Михась достал из-за пазухи две бумажки.
— Паспорт мне, Сазон Иваныч, уже выдали. Немецкий. Вот смотрите. Печать только, по-моему, дерьмо.
Сазон Иванович переложил в одну руку вожжи, вынул из внутреннего кармана очки, надел.
— Н-да. Документ весь правильный. И этот, и этот. А печать хвалить не за что. С такой печатью лучше и не показываться. Ах ты, жалко, раньше разговору не было! Я бы тебе мог и печать хорошую поставить, и документы даже лучше этих выправить. У меня же в Залютьеве вся управа в руках. И зондер знакомый. Пьяница. Карл Гроскопф. Значит, Большая голова. Ах как жалко! Может, заедем в Залютьево? Хоть это большой крюк. А мы, считай, почти что доехали. Вот сейчас Сачки, потом Синюрино, а там сразу и Жухаловичи. Что же делать? Нет, с такой печатью ни ходить, ни ездить...

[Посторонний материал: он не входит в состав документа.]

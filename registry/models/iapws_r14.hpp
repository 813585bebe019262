// Melting and sublimation curves of water, by R14-08.
//
// Source: IAPWS R14-08(2011), Revised Release on the Pressure along the Melting and Sublimation Curves of Ordinary
// Water Substance: melting of ice Ih, III, V, VI and VII, equations (1) to (5); sublimation of ice Ih, equation (6)
// (numbers from memory). Coefficients from memory, equal to those of python3-iapws: tests/published/water_melting.cpp.
// From memory too: the release states 2 % for the melting pressure of ice Ih, 3 % for III, V and VI, 7 % for VII, and
// for the sublimation pressure 0.1 % down to 250 K. T in K, p in Pa. The pressures have no check of range.
#pragma once

#include "registry/limits.hpp"
#include "registry/number.hpp"

#include <cmath>

namespace entropy_ledger::registry::iapws_r14 {

inline constexpr double triple_point_temperature = 273.16; // K, of ice Ih, liquid and vapour
inline constexpr double triple_point_pressure = 611.657;   // Pa

// Ice III exists with the liquid between its triple points only, and so on: each curve ends where the next begins.
enum class Ice { Ih, III, V, VI, VII };

// Temperatures of the melting curve, K.
constexpr Range melting_range(Ice ice)
{
    switch (ice) {
    case Ice::Ih: return {251.165, triple_point_temperature};
    case Ice::III: return {251.165, 256.164};
    case Ice::V: return {256.164, 273.31};
    case Ice::VI: return {273.31, 355.0};
    case Ice::VII: return {355.0, 715.0};
    }
    return empty_range;
}

inline constexpr Range sublimation_range{50.0, triple_point_temperature};

// Pa, by the equations at the lower ends of the curves of ice Ih.
inline constexpr double greatest_melting_pressure = 208566566.0;
inline constexpr double least_sublimation_pressure = 1.935e-40;

namespace detail {

struct Power {
    double factor;
    double exponent;
};

inline constexpr Power melting_Ih[] = {{0.119539337e7, 3.0}, {0.808183159e5, 25.75}, {0.33382686e4, 103.75}};
inline constexpr Power sublimation[] = {
    {-0.212144006e2, 0.333333333e-2}, {0.273203819e2, 0.120666667e1}, {-0.61059813e1, 0.170333333e1}};

template <class Number>
Number power(const Number& x, double exponent)
{
    using std::exp;
    using std::log;
    return exp(exponent * log(x));
}

// p/p* = 1 + factor (theta^exponent - 1), theta = T/T*, from the triple point T*, p* up
template <class Number>
Number melting_from(double T_start, double p_start, Power term, const Number& T)
{
    return p_start * (1.0 + term.factor * (power(T * (1.0 / T_start), term.exponent) - 1.0));
}

} // namespace detail

// Pressure in Pa at which the ice melts at T.
template <class Number>
Number melting_pressure(Ice ice, const Number& T)
{
    using std::exp;
    using detail::power;
    switch (ice) {
    case Ice::Ih: {
        const Number theta = T * (1.0 / triple_point_temperature);
        Number sum = 1.0;
        for (const detail::Power& term : detail::melting_Ih)
            sum = sum + term.factor * (1.0 - power(theta, term.exponent));
        return triple_point_pressure * sum;
    }
    case Ice::III: return detail::melting_from(251.165, 208.566e6, {0.299948, 60.0}, T);
    case Ice::V: return detail::melting_from(256.164, 350.1e6, {1.18721, 8.0}, T);
    case Ice::VI: return detail::melting_from(273.31, 632.4e6, {1.07476, 4.6}, T);
    case Ice::VII: break;
    }
    const Number theta = T * (1.0 / 355.0);
    return 2216.0e6
         * exp(0.173683e1 * (1.0 - 1.0 / theta) - 0.544606e-1 * (1.0 - power(theta, 5.0))
               + 0.806106e-7 * (1.0 - power(theta, 22.0)));
}

// Pressure in Pa of the vapour over ice Ih at T.
template <class Number>
Number sublimation_pressure(const Number& T)
{
    using std::exp;
    const Number theta = T * (1.0 / triple_point_temperature);
    Number sum = 0.0;
    for (const detail::Power& term : detail::sublimation)
        sum = sum + term.factor * detail::power(theta, term.exponent);
    return triple_point_pressure * exp(sum / theta);
}

// Temperature in K at which ice Ih melts at p: the inverse of melting_pressure within 1e-12 relative. 273.16 K from the
// triple point down, 251.165 K from the triple point with ice III (208.57 MPa) up.
//
// Newton's method from a parabola that follows the curve within 0.0102 K. Each step leaves at most 0.02/K times the
// square of the error before: 2 microkelvin after the first, 1e-13 K after the second.
inline double melting_temperature(double p)
{
    constexpr Range range = melting_range(Ice::Ih);
    if (!(p > triple_point_pressure))
        return range.upper;
    if (p >= greatest_melting_pressure)
        return range.lower;
    const double megapascal = p * 1e-6;
    double T = triple_point_temperature - megapascal * (0.07476951 + 0.00014737 * megapascal);
    for (int step = 0; step < 2; ++step) {
        const double logarithm = std::log(T / triple_point_temperature);
        double missing = p / triple_point_pressure - 1.0;
        double slope = 0.0;
        for (const detail::Power& term : detail::melting_Ih) {
            const double power = std::exp(term.exponent * logarithm);
            missing -= term.factor * (1.0 - power);
            slope -= term.factor * term.exponent * power;
        }
        T += T * missing / slope;
    }
    return clamp_to(T, range.lower, range.upper);
}

// Temperature in K at which ice Ih and its vapour are in equilibrium at p: the inverse of sublimation_pressure within
// 1e-12 relative. 273.16 K from the triple point up, 50 K from 1.935e-40 Pa down.
//
// Newton's method in 1/T, in which the logarithm of the pressure is almost a straight line.
inline double sublimation_temperature(double p)
{
    constexpr Range range = sublimation_range;
    if (!(p < triple_point_pressure))
        return range.upper;
    if (p <= least_sublimation_pressure)
        return range.lower;
    const double logarithm = std::log(p / triple_point_pressure);
    double u = 1.0 - logarithm / 22.48; // u = Tt/T; the slope of the curve at the triple point
    for (int step = 0; step < 5; ++step) {
        double value = 0.0;
        double slope = 0.0;
        for (const detail::Power& term : detail::sublimation) {
            const double part = term.factor * std::pow(u, 1.0 - term.exponent);
            value += part;
            slope += (1.0 - term.exponent) * part / u;
        }
        const double change = (logarithm - value) / slope;
        u += change;
        if (std::abs(change) < 1e-13 * u)
            break;
    }
    return clamp_to(triple_point_temperature / u, range.lower, range.upper);
}

} // namespace entropy_ledger::registry::iapws_r14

— Ведь говорил им, — вздохнул Михась. — Лопухи! Лопухи и бюрократы! И Клавка — дурочка, припадочная. Говорит, зажимай пальцем...
— Ну ничего. Что-нибудь придумаем, — натянул вожжи Сазон Иванович, въезжая в Сачки, в большую деревню или в маленький городок, на замощенную булыжником, видимо главную улицу, некогда, должно быть, обставленную двухэтажными, то кирпичными, то деревянными, домами, а теперь во множестве разваленными, обгорелыми, обсыпанными известковой пылью.
И все-таки кое-где среди руин и пожарищ возвышались целые дома.
Михась и Сазон Иванович еще издали увидали выглядывающий из-за пожелтевших и наполовину облетевших кленов и лип аккуратный свежеокрашенный в голубой и белый цвет домик с застекленной верандой и услышали удивительно нежную, грустную музыку.
Музыка, пока они подъезжали, все усиливалась и щемяще брала за сердце, напоминая о чем-то давнем, милом, полузабытом, похожем на праздник.